INSERT INTO tbl_time (posix_datetime, posix_varchar) VALUE ('2018-01-01 12:00:00', '2018-01-01 12:00:00');
Everything seems OK here
Getting data into R
To get the data into R we are using the RMariaDB driver, since
RMariaDB is a database interface and MariaDB driver for R. This version is aimed at full compliance with the DBI specification, as a replacement for the old RMySQL package.
library(RMariaDB)
con_maria <- RMariaDB::dbConnect(
drv = RMariaDB::MariaDB()
, user = "abcd"
, host = "127.0.0.1"
, port = 1234
, password = "xxxxxx"
, dbname = "mydb"
)
dt <- RMariaDB::dbGetQuery(con_maria, "SELECT * FROM tbl_time")
dt
# posix_datetime posix_varchar
# 1 2018-01-01 23:00:00 2018-01-01 12:00:00
Notice the posix_datetime
value is now '2018-01-01 23:00:00', whereas in workbench it was '2018-01-01 12:00:00'.
This is because the RMariaDB
driver auto-converts to UTC.
dt$posix_datetime
"2018-01-01 23:00:00 AEDT"
Reading a DATETIME from the database using RMariaDB
driver will assume the database is UTC, and will convert it to your local / R / system timezone.
What about other drivers?
Using either of
- RMySQL::MySQL()
- DBI::dbDriver("MySQL")
will return DATETIME
objects as character
. So you'll need to manually convert to POSIXct in R yourself. For the sake of time & the length of this post I'm leaving that as a task for the reader, but the summary table shows the result of various driver combinations.
Inserting data - part 2
Now we insert data from R. Here we create a data.frame with two columns, one POSIXct and one character (to reflect the database structure)
df <- data.frame(
posix_datetime = as.POSIXct("2018-01-01 12:00:00")

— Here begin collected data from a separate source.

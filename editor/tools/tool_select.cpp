// Select tool: click, shift-click, box select, drag to move, drag a lead end to stretch.
#include <algorithm>
#include <cmath>

#include "editor/app/edit_actions.hpp"
#include "editor/canvas/palette.hpp"
#include "editor/tools/hit_test.hpp"
#include "editor/tools/tools.hpp"
#include "netcheck/edit/edit.hpp"

namespace stripsmith {

using netcheck::edit::ElementRef;

namespace {

bool selectionStaysOnBoard(const EditorApp& app, int rows, int cols) {
    const auto& board = app.doc.board();
    for (const ElementRef& ref : app.selection)
        for (const netcheck::Hole& h : holesOf(board, ref))
            if (!board.contains({h.row + rows, h.col + cols})) return false;
    return true;
}

// The hole cell under a board point, on the board or beside it (off-board parts move there too).
netcheck::Hole cellAt(ImVec2 board) {
    return {static_cast<int>(std::floor(board.y)), static_cast<int>(std::floor(board.x))};
}

void continueMove(EditorApp& app, const CanvasInput& in) {
    const netcheck::Hole cell = cellAt(in.board);
    const int rows = cell.row - app.tool.gestureStart.row;
    const int cols = cell.col - app.tool.gestureStart.col;
    const int dr = rows - app.tool.movedRows, dc = cols - app.tool.movedCols;
    if ((dr == 0 && dc == 0) || !selectionStaysOnBoard(app, dr, dc)) return;
    if (app.perform(moveCommand(app.doc.board(), app.selection, dr, dc), kMergeMove)) {
        app.tool.movedRows = rows;
        app.tool.movedCols = cols;
    }
}

void continueStretch(EditorApp& app, const CanvasInput& in) {
    const auto& board = app.doc.board();
    if (!in.hole || app.tool.stretchPart >= board.parts.size()) return;
    netcheck::Part part = board.parts[app.tool.stretchPart];
    auto& pin = part.pins.at(app.tool.stretchPin);
    if (pin.hole == *in.hole) return;
    for (const auto& other : part.pins)
        if (other.hole == *in.hole) return;  // both leads in one hole is never meant
    pin.hole = *in.hole;
    app.perform(std::make_unique<netcheck::edit::ReplacePart>(board, app.tool.stretchPart, part,
                                                             "Stretch " + part.ref),
                kMergeStretch);
}

void beginGesture(EditorApp& app, const CanvasInput& in, const CanvasFrame& f) {
    const auto& board = app.doc.board();
    // A lead end of a selected two-lead part: stretch it.
    if (auto pin = pinAt(board, in.board)) {
        const ElementRef ref{ElementRef::Kind::Part, pin->first};
        if (app.selection.count(ref) && board.parts[pin->first].pins.size() == 2 && !in.shift) {
            app.tool.gesture = ToolState::Gesture::Stretch;
            app.tool.stretchPart = pin->first;
            app.tool.stretchPin = pin->second;
            return;
        }
    }
    if (auto hit = elementAt(board, f.spots, in.board)) {
        if (in.shift) {
            if (!app.selection.erase(*hit)) app.selection.insert(*hit);
            return;
        }
        if (!app.selection.count(*hit)) app.selection = {*hit};
        app.tool.gesture = ToolState::Gesture::Move;
        app.tool.gestureStart = cellAt(in.board);
        app.tool.movedRows = app.tool.movedCols = 0;
        return;
    }
    if (!in.shift) app.selection.clear();
    app.tool.gesture = ToolState::Gesture::Box;
    app.tool.boxStart = in.board;
}

void finishBox(EditorApp& app, const CanvasInput& in, const CanvasFrame& f) {
    for (const ElementRef& ref : elementsInBox(app.doc.board(), f.spots, app.tool.boxStart, in.board))
        app.selection.insert(ref);
}

}  // namespace

void runSelectTool(EditorApp& app, const CanvasInput& in, const CanvasFrame& f) {
    if (in.pressed && in.hovered) beginGesture(app, in, f);
    if (in.down) {
        if (app.tool.gesture == ToolState::Gesture::Move) continueMove(app, in);
        if (app.tool.gesture == ToolState::Gesture::Stretch) continueStretch(app, in);
    }
    if (app.tool.gesture == ToolState::Gesture::Box) {
        const ImVec2 a = f.at(app.tool.boxStart), b = f.at(in.board);
        f.draw->AddRectFilled({std::min(a.x, b.x), std::min(a.y, b.y)}, {std::max(a.x, b.x), std::max(a.y, b.y)},
                              palette::rgba(60, 170, 255, 40));
        f.draw->AddRect({std::min(a.x, b.x), std::min(a.y, b.y)}, {std::max(a.x, b.x), std::max(a.y, b.y)},
                        palette::kSelection);
    }
    if (in.released) {
        if (app.tool.gesture == ToolState::Gesture::Box) finishBox(app, in, f);
        app.tool.gesture = ToolState::Gesture::None;
        app.doc.endMerge();
    }
}

}  // namespace stripsmith
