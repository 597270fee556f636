#include "editor/tools/set_part_value.hpp"

#include "netcheck/edit/part_commands.hpp"

namespace stripsmith {

std::unique_ptr<netcheck::edit::Command> setPartValue(const netcheck::Board& board,
                                                      const std::string& ref,
                                                      const std::string& value,
                                                      std::string label) {
    for (std::size_t i = 0; i < board.parts.size(); ++i) {
        if (board.parts[i].ref != ref) continue;
        netcheck::Part changed = board.parts[i];
        changed.value = value;
        return std::make_unique<netcheck::edit::ReplacePart>(board, i, changed, std::move(label));
    }
    return nullptr;
}

}  // namespace stripsmith
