// Where the editor finds its assets: beside its own folder (bin/../share/stripsmith, which the
// build tree mirrors), or $STRIPSMITH_ASSETS; a missing file is named, with where it was looked for.
#include <doctest/doctest.h>

#include <cstdlib>
#include <filesystem>
#include <optional>
#include <string>

#include "editor/app/look.hpp"

using namespace stripsmith;
namespace fs = std::filesystem;

namespace {

/// Sets (or, with nullopt, unsets) STRIPSMITH_ASSETS for one scope, then puts back what was there.
class AssetsVariable {
public:
    explicit AssetsVariable(const std::optional<std::string>& value) {
        if (const char* old = std::getenv("STRIPSMITH_ASSETS")) old_ = old;
        if (value) setenv("STRIPSMITH_ASSETS", value->c_str(), 1);
        else unsetenv("STRIPSMITH_ASSETS");
    }
    ~AssetsVariable() {
        if (old_) setenv("STRIPSMITH_ASSETS", old_->c_str(), 1);
        else unsetenv("STRIPSMITH_ASSETS");
    }
    AssetsVariable(const AssetsVariable&) = delete;
    AssetsVariable& operator=(const AssetsVariable&) = delete;

private:
    std::optional<std::string> old_;
};

}  // namespace

TEST_CASE("assets: found beside the program, never in the current directory") {
    const AssetsVariable unset(std::nullopt);
    const fs::path program = fs::read_symlink("/proc/self/exe");
    const fs::path expected =
        (program.parent_path().parent_path() / "share" / "stripsmith").lexically_normal();
    CHECK(fs::path(assetsFolder()) == expected);
    // This test program sits in build/bin like the editor: the build copied assets/ beside it.
    CHECK(fs::is_regular_file(expected / "fonts" / "DejaVuSans.ttf"));
    CHECK(missingAssets().empty());

    // Changing the current directory changes nothing.
    const fs::path before = fs::current_path();
    fs::current_path(fs::temp_directory_path());
    CHECK(fs::path(assetsFolder()) == expected);
    fs::current_path(before);
}

TEST_CASE("assets: a missing file is named with the folder it was looked for in") {
    const fs::path empty = fs::temp_directory_path() / "stripsmith-unit-assets-empty";
    fs::create_directories(empty);
    const AssetsVariable set(empty.string());
    CHECK(assetsFolder() == empty.string());
    const std::string message = missingAssets();
    CHECK(message.find("missing " + (empty / "fonts" / "DejaVuSans.ttf").string()) == 0);
    CHECK(message.find("STRIPSMITH_ASSETS") != std::string::npos);
    fs::remove_all(empty);
}

TEST_CASE("assets: STRIPSMITH_ASSETS must be absolute (not read from the current directory)") {
    const AssetsVariable set(std::string("assets"));
    CHECK(missingAssets().find("must be an absolute path") != std::string::npos);
}
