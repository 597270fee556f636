// A transistor is selected by a click anywhere on its drawn body, not only on its pins.
#include <doctest/doctest.h>

#include "editor/tools/hit_test.hpp"

using namespace stripsmith;
using netcheck::edit::ElementRef;

TEST_CASE("hit test: a click on a transistor's body selects it") {
    netcheck::Board board;
    board.rows = 10;
    board.cols = 10;
    // Leads in a row on strip D (row 3), holes 4 to 6: the canvas draws a D-shaped body on the
    // side below the lead line (towards larger y), its round back about 1.15 pitches out.
    board.parts.push_back({"Q1", "bjt", "BC547", {{"C", {3, 3}}, {"B", {3, 4}}, {"E", {3, 5}}}, {}});
    const std::vector<OffboardSpot> spots;
    const float leadLine = 3.5f, middle = 4.5f;
    // The body's middle, 0.8 pitch from the lead line: well inside the body, off every pin.
    const auto body = elementAt(board, spots, {middle, leadLine + 0.8f});
    REQUIRE(body.has_value());
    CHECK(body->kind == ElementRef::Kind::Part);
    CHECK(body->index == 0);
    // Towards the edge of the round back.
    CHECK(elementAt(board, spots, {middle + 0.7f, leadLine + 0.7f}).has_value());
    // Outside the body on the flat side, and beyond the round back: nothing.
    CHECK_FALSE(elementAt(board, spots, {middle, leadLine - 0.6f}).has_value());
    CHECK_FALSE(elementAt(board, spots, {middle, leadLine + 1.4f}).has_value());
}
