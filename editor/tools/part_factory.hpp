// Making parts for the place tools: pin layout by kind, rotation, stretching and pinout changes.
// Pure functions of the board model, so they are tested without a window.
#pragma once

#include <optional>
#include <string>
#include <string_view>
#include <vector>

#include "netcheck/model/board.hpp"

namespace stripsmith {

/// Kinds placed by their two ends (click-click or drag); the rest place as a unit.
bool isTwoLead(std::string_view kind);

/// Default pin count of a multi-pin kind (ic 8, header 4, three-lead parts 3).
int defaultPinCount(std::string_view kind);

/// Pin names for a kind with `count` pins: the kind's table names, else "1".."N".
std::vector<std::string> pinNamesFor(std::string_view kind, int count);

/// A two-lead part from its first to its second hole, pins named by the kind.
netcheck::Part makeTwoLeadPart(std::string_view kind, std::string ref, std::string value,
                               netcheck::Hole first, netcheck::Hole second);

/// A multi-pin part with pin 1 at `anchor`, turned `quarterTurns` x 90° clockwise. Three-lead
/// parts and headers stand in one column (each lead on its own strip); a DIP has pins 1..N/2 down
/// one column and the rest up the column three holes to the right (0.3 in across the strips).
netcheck::Part makeMultiPinPart(std::string_view kind, std::string ref, std::string value,
                                netcheck::Hole anchor, int quarterTurns, int pinCount);

/// Second hole of a two-lead part of this kind placed with one click (default span, lying flat
/// along the strip, or standing when `standing`).
netcheck::Hole defaultSecondHole(std::string_view kind, netcheck::Hole first, bool standing);

/// The part turned 90° clockwise about its first pin.
netcheck::Part rotatePart(const netcheck::Part& part);

/// The part moved by whole holes.
netcheck::Part movePart(const netcheck::Part& part, int rows, int cols);

/// True when every pin lies on the board.
bool fitsOnBoard(const netcheck::Part& part, const netcheck::Board& board);

/// Pin orders a maker can pick for a three-lead kind (bjt: E-B-C, C-B-E, B-C-E ...); empty for
/// other kinds.
std::vector<std::string> pinoutChoices(std::string_view kind);

/// Renames the pins in hole order to the names in `pinout` ("E-B-C"): the first hole becomes E,
/// and so on; records extra["pinout"]. Nullopt when the names do not match the pin count.
std::optional<netcheck::Part> applyPinout(const netcheck::Part& part, std::string_view pinout);

}  // namespace stripsmith
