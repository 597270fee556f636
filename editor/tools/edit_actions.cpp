#include "editor/tools/edit_actions.hpp"

#include <algorithm>
#include <climits>

#include "editor/canvas/offboard_layout.hpp"
#include "editor/tools/hit_test.hpp"
#include "editor/tools/part_factory.hpp"
#include "editor/tools/ref_names.hpp"
#include "netcheck/edit/edit.hpp"

namespace stripsmith {

using netcheck::Hole;
using netcheck::edit::ElementRef;

void undo(const EditContext& c) {
    if (c.commands.undo()) c.selection.clear();
}

void redo(const EditContext& c) {
    if (c.commands.redo()) c.selection.clear();
}

void deleteSelection(const EditContext& c) {
    if (c.selection.empty()) return;
    std::vector<ElementRef> refs(c.selection.begin(), c.selection.end());
    if (c.commands.perform(netcheck::edit::deleteElements(c.doc.board(), refs))) c.selection.clear();
}

void rotateSelection(const EditContext& c) {
    const auto& board = c.doc.board();
    std::vector<std::unique_ptr<netcheck::edit::Command>> members;
    for (const ElementRef& ref : c.selection) {
        if (ref.kind != ElementRef::Kind::Part) continue;
        const netcheck::Part turned = rotatePart(board.parts[ref.index]);
        if (!fitsOnBoard(turned, board)) continue;
        members.push_back(std::make_unique<netcheck::edit::ReplacePart>(board, ref.index, turned, "Rotate " + turned.ref));
    }
    if (members.empty()) return;
    if (members.size() == 1) c.commands.perform(std::move(members.front()));
    else c.commands.perform(std::make_unique<netcheck::edit::CompoundCommand>("Rotate parts", std::move(members)));
}

void nudgeSelection(const EditContext& c, int rows, int cols) {
    const auto& board = c.doc.board();
    for (const ElementRef& ref : c.selection)
        for (const Hole& h : holesOf(board, ref))
            if (!board.contains({h.row + rows, h.col + cols})) return;
    c.commands.perform(moveCommand(board, c.selection, rows, cols), kMergeArrowMove);
}

std::unique_ptr<netcheck::edit::Command> moveCommand(const netcheck::Board& board, const Selected& selection,
                                                     int rows, int cols) {
    if (rows == 0 && cols == 0) return nullptr;
    std::vector<ElementRef> inHoles;
    std::vector<std::size_t> offboard;
    for (const ElementRef& ref : selection) {
        if (ref.kind != ElementRef::Kind::Offboard) inHoles.push_back(ref);
        else if (ref.index < board.offboard.size()) offboard.push_back(ref.index);
    }
    std::vector<std::unique_ptr<netcheck::edit::Command>> members;
    if (auto moved = netcheck::edit::moveElements(board, inHoles, rows, cols)) members.push_back(std::move(moved));
    if (!offboard.empty()) {
        const std::vector<OffboardSpot> spots = layoutOffboard(board);
        for (std::size_t index : offboard) {
            const netcheck::OffboardPart& part = board.offboard[index];
            const ImVec2 corner{spots[index].min.x + static_cast<float>(cols), spots[index].min.y + static_cast<float>(rows)};
            members.push_back(std::make_unique<netcheck::edit::ReplaceOffboard>(board, index, placedAt(part, corner),
                                                                                "Move " + part.ref));
        }
    }
    if (members.empty()) return nullptr;
    if (members.size() == 1) return std::move(members.front());
    return std::make_unique<netcheck::edit::CompoundCommand>("Move " + std::to_string(selection.size()) + " items",
                                                             std::move(members));
}

ClipboardContent copyOf(const netcheck::Board& board, const Selected& selection) {
    ClipboardContent clip;
    Hole corner{INT_MAX, INT_MAX};
    for (const ElementRef& ref : selection)
        for (const Hole& h : holesOf(board, ref)) corner = {std::min(corner.row, h.row), std::min(corner.col, h.col)};
    if (corner.row == INT_MAX) return clip;
    auto rel = [&](Hole h) { return Hole{h.row - corner.row, h.col - corner.col}; };
    for (const ElementRef& ref : selection) {
        switch (ref.kind) {
        case ElementRef::Kind::Part: clip.parts.push_back(movePart(board.parts[ref.index], -corner.row, -corner.col)); break;
        case ElementRef::Kind::Link: {
            netcheck::Link link = board.links[ref.index];
            link.from = rel(link.from);
            link.to = rel(link.to);
            clip.links.push_back(link);
            break;
        }
        case ElementRef::Kind::Cut: {
            netcheck::Cut cut = board.cuts[ref.index];
            cut.hole = rel(cut.hole);
            clip.cuts.push_back(cut);
            break;
        }
        default: break;  // wires and off-board parts are not copied: they belong to one build
        }
    }
    return clip;
}

std::unique_ptr<netcheck::edit::Command> pasteCommand(const netcheck::Board& board, const ClipboardContent& clip,
                                                      Hole at, std::string* reason) {
    std::vector<std::unique_ptr<netcheck::edit::Command>> members;
    netcheck::Board scratch = board;  // to number refs as they are taken
    auto fits = [&](Hole h) { return board.contains({h.row + at.row, h.col + at.col}); };
    for (const netcheck::Part& p : clip.parts) {
        netcheck::Part part = movePart(p, at.row, at.col);
        if (!fitsOnBoard(part, board)) {
            if (reason) *reason = "The pasted parts would not fit on the board there.";
            return nullptr;
        }
        if (refTaken(scratch, part.ref)) part.ref = nextFreeRef(scratch, prefixOf(part.ref));
        scratch.parts.push_back(part);
        members.push_back(std::make_unique<netcheck::edit::AddPart>(part));
    }
    for (netcheck::Link link : clip.links) {
        if (!fits(link.from) || !fits(link.to)) {
            if (reason) *reason = "The pasted links would not fit on the board there.";
            return nullptr;
        }
        link.from = {link.from.row + at.row, link.from.col + at.col};
        link.to = {link.to.row + at.row, link.to.col + at.col};
        members.push_back(std::make_unique<netcheck::edit::AddLink>(link));
    }
    for (netcheck::Cut cut : clip.cuts) {
        cut.hole = {cut.hole.row + at.row, cut.hole.col + at.col};
        if (!board.contains(cut.hole) || std::find(board.cuts.begin(), board.cuts.end(), cut) != board.cuts.end()) continue;
        members.push_back(std::make_unique<netcheck::edit::AddCut>(cut));
    }
    if (members.empty()) return nullptr;
    return std::make_unique<netcheck::edit::CompoundCommand>("Paste", std::move(members));
}

void copySelection(const EditContext& c) {
    c.clipboard = copyOf(c.doc.board(), c.selection);
    if (!c.clipboard.empty()) c.commands.say("Copied");
}

void paste(const EditContext& c, std::optional<Hole> at) {
    if (c.clipboard.empty()) return;
    const Hole where = at.value_or(Hole{1, 1});
    std::string reason;
    auto command = pasteCommand(c.doc.board(), c.clipboard, where, &reason);
    if (!command) {
        if (!reason.empty()) c.commands.say(reason);
        return;
    }
    const auto& board = c.doc.board();
    const std::size_t parts = board.parts.size(), links = board.links.size(), cuts = board.cuts.size();
    if (!c.commands.perform(std::move(command))) return;
    c.selection.clear();
    const auto& after = c.doc.board();
    for (std::size_t i = parts; i < after.parts.size(); ++i) c.selection.insert({ElementRef::Kind::Part, i});
    for (std::size_t i = links; i < after.links.size(); ++i) c.selection.insert({ElementRef::Kind::Link, i});
    for (std::size_t i = cuts; i < after.cuts.size(); ++i) c.selection.insert({ElementRef::Kind::Cut, i});
}

void duplicateSelection(const EditContext& c) {
    const auto& board = c.doc.board();
    Hole corner{INT_MAX, INT_MAX};
    for (const ElementRef& ref : c.selection)
        for (const Hole& h : holesOf(board, ref)) corner = {std::min(corner.row, h.row), std::min(corner.col, h.col)};
    if (corner.row == INT_MAX) return;
    c.clipboard = copyOf(board, c.selection);
    paste(c, Hole{corner.row + 1, corner.col + 1});
}

void selectAll(const EditContext& c) {
    const auto& b = c.doc.board();
    c.selection.clear();
    for (std::size_t i = 0; i < b.parts.size(); ++i) c.selection.insert({ElementRef::Kind::Part, i});
    for (std::size_t i = 0; i < b.links.size(); ++i) c.selection.insert({ElementRef::Kind::Link, i});
    for (std::size_t i = 0; i < b.cuts.size(); ++i) c.selection.insert({ElementRef::Kind::Cut, i});
    for (std::size_t i = 0; i < b.wires.size(); ++i) c.selection.insert({ElementRef::Kind::Wire, i});
    for (std::size_t i = 0; i < b.offboard.size(); ++i) c.selection.insert({ElementRef::Kind::Offboard, i});
}

}  // namespace stripsmith
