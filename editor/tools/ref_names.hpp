// Reference designators: the letter prefix for a kind and the next free number (R1, R2, ...).
#pragma once

#include <string>
#include <string_view>

#include "netcheck/model/board.hpp"

namespace stripsmith {

/// Common prefix for a kind: resistor "R", capacitor "C", bjt "Q", ic "U", pot "VR" ...;
/// "X" for unknown kinds.
std::string refPrefix(std::string_view kind);

/// The lowest-numbered free ref with that prefix among on-board and off-board parts
/// (and circuit parts, so a new part does not take the name of one not placed yet).
std::string nextFreeRef(const netcheck::Board& board, std::string_view prefix);

/// True when some on-board or off-board part other than `except` already uses `ref`.
bool refTaken(const netcheck::Board& board, std::string_view ref, std::string_view except = {});

/// The prefix of a ref: letters before the trailing digits ("R12" -> "R", "VR3" -> "VR").
std::string prefixOf(std::string_view ref);

}  // namespace stripsmith
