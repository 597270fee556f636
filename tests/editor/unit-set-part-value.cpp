// The JFET bias panel's Apply: one command that sets a part's value, undone in one step.
#include <doctest/doctest.h>

#include "editor/app/document.hpp"
#include "editor/tools/set_part_value.hpp"

using namespace stripsmith;

TEST_CASE("set part value") {
    netcheck::Board board;
    board.parts.push_back({"RS", "resistor", "1k", {{"1", {0, 0}}, {"2", {0, 4}}}, {}});
    Document doc;
    doc.reset(board, "");
    auto command = setPartValue(doc.board(), "RS", "820R", "Set RS to 820R (JFET bias)");
    REQUIRE(command);
    CHECK(doc.perform(std::move(command)));
    CHECK(doc.board().parts[0].value == "820R");
    CHECK(doc.undo());
    CHECK(doc.board().parts[0].value == "1k");
    CHECK(doc.redo());
    CHECK(doc.board().parts[0].value == "820R");
    CHECK(setPartValue(doc.board(), "R99", "1k", "") == nullptr);
}
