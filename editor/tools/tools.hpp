// The canvas tools. Each reads the mouse over the canvas, emits commands, and draws its preview.
#pragma once

#include <optional>
#include <string>

#include "editor/app/commands.hpp"
#include "editor/app/document.hpp"
#include "editor/app/selection.hpp"
#include "editor/app/tool_state.hpp"
#include "editor/canvas/canvas_frame.hpp"
#include "editor/canvas/canvas_input.hpp"

namespace stripsmith {

/// What the tools read and change: the board (read-only), the selection, the tool's own state,
/// and the way to emit commands.
struct ToolContext {
    const Document& doc;
    Selected& selection;
    ToolState& tool;
    Commands commands;
};

/// Runs the active tool on this frame's mouse input and draws its preview on the canvas.
void runActiveTool(const ToolContext& c, const CanvasInput& in, const CanvasFrame& f);

void runSelectTool(const ToolContext& c, const CanvasInput& in, const CanvasFrame& f);
void runPlaceTool(const ToolContext& c, const CanvasInput& in, const CanvasFrame& f);
void runLinkTool(const ToolContext& c, const CanvasInput& in, const CanvasFrame& f);
void runCutTool(const ToolContext& c, const CanvasInput& in, const CanvasFrame& f);
void runWireTool(const ToolContext& c, const CanvasInput& in, const CanvasFrame& f);

/// Switches tool, dropping any half-done gesture.
void selectTool(ToolState& state, Tool tool);
/// Picks a part kind to place (switches to the place tool).
void startPlacing(ToolState& state, const std::string& kind);

/// Adds an off-board part of a kind beside the board, in the first free slot of the column right of
/// it (ref numbered automatically), and selects it. Returns the middle of its body in board units
/// (for the view to scroll to), or nullopt when nothing was added.
std::optional<ImVec2> addOffboardPart(const ToolContext& c, const std::string& kind);

}  // namespace stripsmith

, posix_varchar = "2018-01-01 12:00:00"
)
RMariaDB::dbWriteTable(
conn = con_maria
, name = "tbl_time"
, value = df
, append = TRUE
)
What's going on here?
Well, we created our POSIXct object without setting the tz
argument. So it takes the default timezone of your R session, which in our case is Australia/Melbourne.
df$posix_datetime
# [1] "2018-01-01 12:00:00 AEDT"
Which then gets stored in the database as UTC.
If we set the tz
to UTC we can see it doesn't change when in the database
df <- data.frame(
posix_datetime = as.POSIXct("2018-01-01 12:00:00", tz = "UTC")
, posix_varchar = "2018-01-01 12:00:00"
)
RMariaDB::dbWriteTable(
conn = con_maria
, name = "tbl_time"
, value = df
, append = TRUE
)
Making sense?
Here's that summary table again, just to reinfoce the point
I get it. But what should I DO?
First rule of timezones - be careful, very careful.
Rule 2: Know the timezones of your server and your system and your data
Rule 3: Make sure the method you use to write your data is compatable with the method you will use to extract it.
- If you only have small data sets then writing/reading using the
MariaDB
driver is a good option. - The
MariaDB
write method uses row by row inserts so can be very slow if you have bigger datasets. In this case you will want to use aLOAD DATA INFILE
or similar to write the data in bulk chunks. In this case you will need to do a timezone conversion when reading the data in usingRMariaDB
drivers - Keep an eye on the online discussions. This issue is in active discussion on the
RMariaDB
github pages (see the links at the top of this post). Watch the discussion pages and package news to see if any changes are made in future.